Exercise objective ▸ In the data below, find each line containing the string "nrdy" and return it.

(Stored data)
-------------------------
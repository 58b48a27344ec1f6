using BenchRunner.Instruments.Errors;
using BenchRunner.Instruments.Framing;
using BenchRunner.Instruments.Tests.Support;

namespace BenchRunner.Instruments.Tests.Framing;

public partial class FramedConnectionTests
{
    [Fact]
    public async Task ReadLineAsync_CrLfTerminatedReply_DropsBothCharacters()
    {
        var (host, device) = await Connected.PairAsync();
        await device.SendAsync("137500000\r\n21400000\n");

        var first = await host.ReadLineAsync(Guard.Reply, default).WaitAsync(Guard.Await);
        var second = await host.ReadLineAsync(Guard.Reply, default).WaitAsync(Guard.Await);

        Assert.Equal("137500000", first);
        Assert.Equal("21400000", second);
    }

    [Fact]
    public async Task ReadLineAsync_CrLfAsReadTerminator_KeepsBareLineFeedInsideTheLine()
    {
        var (host, device) = await Connected.PairAsync(new FramingOptions { ReadTerminator = "\r\n" });
        await device.SendAsync("PSF-24-0001\nPSF-24-0002\r\n");

        var line = await host.ReadLineAsync(Guard.Reply, default).WaitAsync(Guard.Await);

        Assert.Equal("PSF-24-0001\nPSF-24-0002", line);
    }

    [Fact]
    public async Task ReadLineAsync_LongerThanLimit_ThrowsFramingException()
    {
        var (host, device) = await Connected.PairAsync(new FramingOptions { MaxMessageBytes = 1024 });
        await device.SendAsync(new string('9', 2000));

        var error = await Assert.ThrowsAsync<FramingException>(() => host.ReadLineAsync(Guard.Reply, default).WaitAsync(Guard.Await));

        Assert.Contains("reply line grew past the limit of 1024 bytes", error.Message);
        Assert.Equal(0, host.BufferedCount);
    }

    [Fact]
    public async Task ReadLineAsync_NoTerminatorInTime_TimeoutCarriesWhatArrived()
    {
        var (host, device) = await Connected.PairAsync();
        await device.SendAsync("-20.3");

        var error = await Assert.ThrowsAsync<InstrumentTimeoutException>(
            () => host.ReadLineAsync(TimeSpan.FromMilliseconds(100), default).WaitAsync(Guard.Await));

        Assert.Equal("-20.3", error.Reply);
        Assert.Contains("received \"-20.3\"", error.Message);
        Assert.True(error.IsTransient);
    }

    [Fact]
    public async Task ReadLineAsync_NothingInTime_TimeoutSaysNothingCameBack()
    {
        var (host, _) = await Connected.PairAsync();

        var error = await Assert.ThrowsAsync<InstrumentTimeoutException>(
            () => host.ReadLineAsync(TimeSpan.FromMilliseconds(50), default).WaitAsync(Guard.Await));

        Assert.Contains("nothing came back", error.Message);
    }

    [Fact]
    public async Task ReadLineAsync_DeviceEchoesCommand_EchoIsDiscarded()
    {
        var (host, device) = await Connected.PairAsync(new FramingOptions { Echo = true });
        await host.SendAsync("FREQ?", default);
        await device.SendAsync("FREQ?\r\n137500000\r\n");

        var reply = await host.ReadLineAsync(Guard.Reply, default).WaitAsync(Guard.Await);

        Assert.Equal("137500000", reply);
    }

    [Fact]
    public async Task ReadLineAsync_EchoExpectedButAbsent_FirstLineIsKept()
    {
        var (host, device) = await Connected.PairAsync(new FramingOptions { Echo = true });
        await host.SendAsync("FREQ?", default);
        await device.SendAsync("137500000\n");

        var reply = await host.ReadLineAsync(Guard.Reply, default).WaitAsync(Guard.Await);

        Assert.Equal("137500000", reply);
    }

    [Fact]
    public async Task ReadBlockAsync_DeviceEchoesCommand_EchoIsDiscarded()
    {
        var (host, device) = await Connected.PairAsync(new FramingOptions { Echo = true });
        await host.SendAsync("TRACE?", default);
        await device.SendAsync("TRACE?\r\n#14WXYZ\r\n");

        var payload = await host.ReadBlockAsync(Guard.Reply, default).WaitAsync(Guard.Await);

        Assert.Equal("WXYZ"u8.ToArray(), payload);
    }

    [Fact]
    public async Task ReadUntilPromptAsync_MultiLineReply_ReturnsLinesWithoutPromptOrEcho()
    {
        var (host, device) = await Connected.PairAsync(new FramingOptions { Prompt = "rdy> ", Echo = true, ReadTerminator = "\n" });
        await host.SendAsync("scan", default);
        await device.SendAsync("scan\r\n136.0 -42.1\r\n137.5 -1.2\r\nrdy> ");

        var reply = await host.ReadUntilPromptAsync(Guard.Reply, default).WaitAsync(Guard.Await);

        Assert.Equal("136.0 -42.1\r\n137.5 -1.2", reply);
    }

    [Fact]
    public async Task ReadUntilPromptAsync_PromptTextInsideALine_IsNotTakenForThePrompt()
    {
        var (host, device) = await Connected.PairAsync(new FramingOptions { Prompt = "rdy> " });
        await device.SendAsync("state rdy> ok\nrdy> ");

        var reply = await host.ReadUntilPromptAsync(Guard.Reply, default).WaitAsync(Guard.Await);

        Assert.Equal("state rdy> ok", reply);
    }

    [Fact]
    public async Task ReadUntilPromptAsync_PromptSplitAcrossReads_IsFound()
    {
        var (host, device) = await Connected.PairAsync(new FramingOptions { Prompt = "rdy> " });
        await device.SendAsync("done\nrd");
        var pending = host.ReadUntilPromptAsync(Guard.Reply, default);
        await device.SendAsync("y> ");

        var reply = await pending.WaitAsync(Guard.Await);

        Assert.Equal("done", reply);
    }

    [Fact]
    public async Task ReadUntilPromptAsync_NoPromptConfigured_ThrowsInvalidOperation()
    {
        var (host, _) = await Connected.PairAsync();

        await Assert.ThrowsAsync<InvalidOperationException>(() => host.ReadUntilPromptAsync(Guard.Reply, default).WaitAsync(Guard.Await));
    }

    [Fact]
    public async Task ReadLineAsync_PeerClosesInMidReply_ThrowsFramingExceptionWithPartialReply()
    {
        var (host, device) = await Connected.PairAsync();
        await device.SendAsync("137.4");
        await device.CloseAsync();

        var error = await Assert.ThrowsAsync<FramingException>(() => host.ReadLineAsync(Guard.Reply, default).WaitAsync(Guard.Await));

        Assert.Contains("closed in mid-reply", error.Message);
        Assert.Equal("137.4", error.Reply);
    }
}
-------------------------
Result of this exercise ▸
        await device.SendAsync("scan\r\n136.0 -42.1\r\n137.5 -1.2\r\nrdy> ");
        await device.SendAsync("state rdy> ok\nrdy> ");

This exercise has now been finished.